К слову сказать, узнав, за что Иван накостылял ее мужу, инспекторша чуть было не отколотила того прямо в дежурке – еле-еле коллеги оттащили. Поэтому неудивительно, что Шаховцев отделался лишь легким испугом – на него даже протокола не составили. Но все же, поскольку задержанному не было восемнадцати, вызвали в отделение мать: передать с рук на руки набедокурившее великовозрастное чадо.

Ольгу Григорьевну чуть было не хватил удар, когда ей позвонили из милиции. А уж узнав, что сын отколошматил милиционера, не поделив с ним какую-то девку, она вовсе вышла из себя и попыталась отхлестать отпрыска по щекам прямо в милицейском кабинете. Причем мать больше всего была возмущена не тем, что он спал с женщиной намного старше себя, а тем, что обманывал, говоря, что пропадает на тренировках.

В ответ Ваня вспылил и, не сдержавшись, прямо при капитанше высказал матери про то, как та сама обманывала его все эти годы, рассказывая о якобы рано умершем отце. Ольгу Григорьевну пришлось отпаивать корвалолом, а Ивану хорошенько досталось от инспекторши, вмиг сменившей милость на гнев:

− Ты как с матерью разговариваешь, сопляк? Его тут, понимаете ли, от уголовного дела отмазали, а он… Или все-таки закрыть тебя на пару лет за хулиганство?

Начав за упокой, капитанша все-таки закончила за здравие и на прощание посоветовала Ване:

− Мой тебе совет: завязывай ты с этой своей шалавой. Вон, уже чуть было не влип из-за нее…

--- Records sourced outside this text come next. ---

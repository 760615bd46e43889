package cost

import (
	"math"
	"testing"
)

// FuzzCompute checks that Compute never panics and that, whenever it
// succeeds, the rows add up to the net present cost.
func FuzzCompute(f *testing.F) {
	f.Add(10000.0, 2000.0, 200.0, 0.05, 20.0, 6.0, 3000.0, 1e6)
	f.Add(0.0, 0.0, 0.0, 0.0, 1.0, 0.25, 0.0, 0.0)
	f.Add(math.NaN(), -1.0, math.Inf(1), -1.0, 0.5, 0.0, -1.0, -1.0)
	f.Fuzz(func(t *testing.T, capital, inst, om, d, years, life, repCost, wh float64) {
		lc, err := Compute(LifecycleInput{Capital: capital, Installation: inst, OMPerYear: om, DiscountRate: d,
			AnalysisYears: years, Replacements: []Replacement{{"x", life, repCost}}, ServedWhPerYear: wh})
		if err != nil {
			return
		}
		sum := 0.0
		for _, r := range lc.Rows {
			sum += r.PresentWorth
		}
		if !finite(lc.NetPresentCost) {
			return // huge inputs may overflow; no panic is the point
		}
		if math.Abs(sum-lc.NetPresentCost) > 1e-9*math.Max(1, math.Abs(lc.NetPresentCost)) {
			t.Fatalf("rows %v, NPC %v", sum, lc.NetPresentCost)
		}
	})
}
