package cost_test

import (
	"fmt"

	"solstand/cost"
)

// An invented demo budget over 20 years at a 5 % real discount rate.
func ExampleCompute() {
	lc, err := cost.Compute(cost.LifecycleInput{
		Capital: 10000, Installation: 2000, OMPerYear: 200, DiscountRate: 0.05, AnalysisYears: 20,
		Replacements: []cost.Replacement{
			{Name: "battery bank", LifeYears: 6, Cost: 3000},
			{Name: "controller", LifeYears: 10, Cost: 500},
		},
		ServedWhPerYear: 1e6,
	})
	if err != nil {
		fmt.Println(err)
		return
	}
	fmt.Printf("capital %.0f, O&M %.0f, replacements %.0f, salvage %.0f\n", lc.CapitalPW, lc.OMPW, lc.ReplacementsPW, lc.SalvagePW)
	fmt.Printf("net present cost %.0f, %.3f per kWh\n", lc.NetPresentCost, lc.LevelisedCostPerKWh)
	// Output:
	// capital 12000, O&M 2492, replacements 5463, salvage 754
	// net present cost 19201, 1.541 per kWh
}

func ExampleTotal() {
	items := []cost.Item{
		{Category: "array", Name: "module", Unit: "each", Quantity: 4, UnitPrice: 180},
		{Category: "wiring", Name: "cable 10 mm²", Unit: "m", Quantity: 30, UnitPrice: 1.2},
	}
	fmt.Printf("%.2f\n", cost.Total(items))
	// Output: 756.00
}

func ExampleUniformSeriesPresentWorth() {
	fmt.Printf("%.4f\n", cost.UniformSeriesPresentWorth(0.10, 5))
	// Output: 3.7908
}
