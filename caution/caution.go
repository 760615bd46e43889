// Package caution holds the one value type every part of solstand uses to
// report a safety or design caution: a stable code, a severity and a message
// a practitioner can act on.
package caution

// Severity grades a caution.
type Severity string

// The three severities of CONTRACT.md.
const (
	Info    Severity = "info"
	Warning Severity = "warning"
	Danger  Severity = "danger"
)

// Caution is one caution the design triggers, or a standing one.
type Caution struct {
	Code     string   `json:"code"`
	Severity Severity `json:"severity"`
	Message  string   `json:"message"`
}

// Rank orders severities for sorting: danger first.
func (s Severity) Rank() int {
	switch s {
	case Danger:
		return 0
	case Warning:
		return 1
	default:
		return 2
	}
}

// CodesNote is the sentence every output carries.
const CodesNote = "solstand is a design aid: local electrical codes and a licensed practitioner decide what is installed."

Впрочем, Иван уже и сам понимал, что со Светкой все кончено. Да и та теперь обходила его стороной: на следующий день после памятной драки капитанша заявилась к ней и выдала по первое число, пообещав вырвать ноги, если та будет и дальше водить шашни с ее супругом, а кроме того – привлечь за связь с несовершеннолетним. Тут милиционерша, конечно, лукавила. К тому времени думские законодатели, берущие пример с заграничных коллег, снизили возраст растлеваемых (фраза построена плохо, ты хотел выразить своё «фе», но исказил смысл, формально-то они снизили «возраст согласия» с 16 до 14, потом-то обратно вернули).

А с мамой Ваня помирился в тот же вечер. Ольга Григорьевна уже не ругала его, а повторила слова женщины-инспектора:

− Пойми, сынок, не доведет тебя до добра эта Света. Или втянет в историю, навроде сегодняшней, или заразит какой-нибудь гадостью! Ее же весь район знает… Нашел бы ты себе девушку помоложе и не такую, как эта…

Шаховцев последовал совету родительницы и быстро утешился, найдя себе пассию из медучилища. Девушка была пусть и не красавица, но и не страдающая целомудрием, как та гимнастка. Впрочем, встречались они неполных три месяца, пока Иван не уехал в Москву учиться «на писателя».

5

Шаховцев отошел от плиты, где грелся, готовясь закипеть, чайник, – и тут же слух уловил непонятный шорох за входной дверью. Словно кто-то осторожно крался по тамбуру.

Сердце тревожно забилось. Он осторожно глянул в глазок, но за дверью никого не было, лишь странный звук:

«Шарк! Шарк!»

Первой мыслью было затихнуть и просидеть так до тех пор, покуда неведомый соглядатай не уберется восвояси. Но разум все же взял верх над страхом, и Иван осторожно отпер замки и вышел в коридор.

Шарканье доносилось с площадки у лифта. Подойдя к общей двери, Шах приоткрыл ее, выглянул и мысленно чертыхнулся: окно было приоткрыто, и залетевший в него ветер гонял по полу обрывок бумаги.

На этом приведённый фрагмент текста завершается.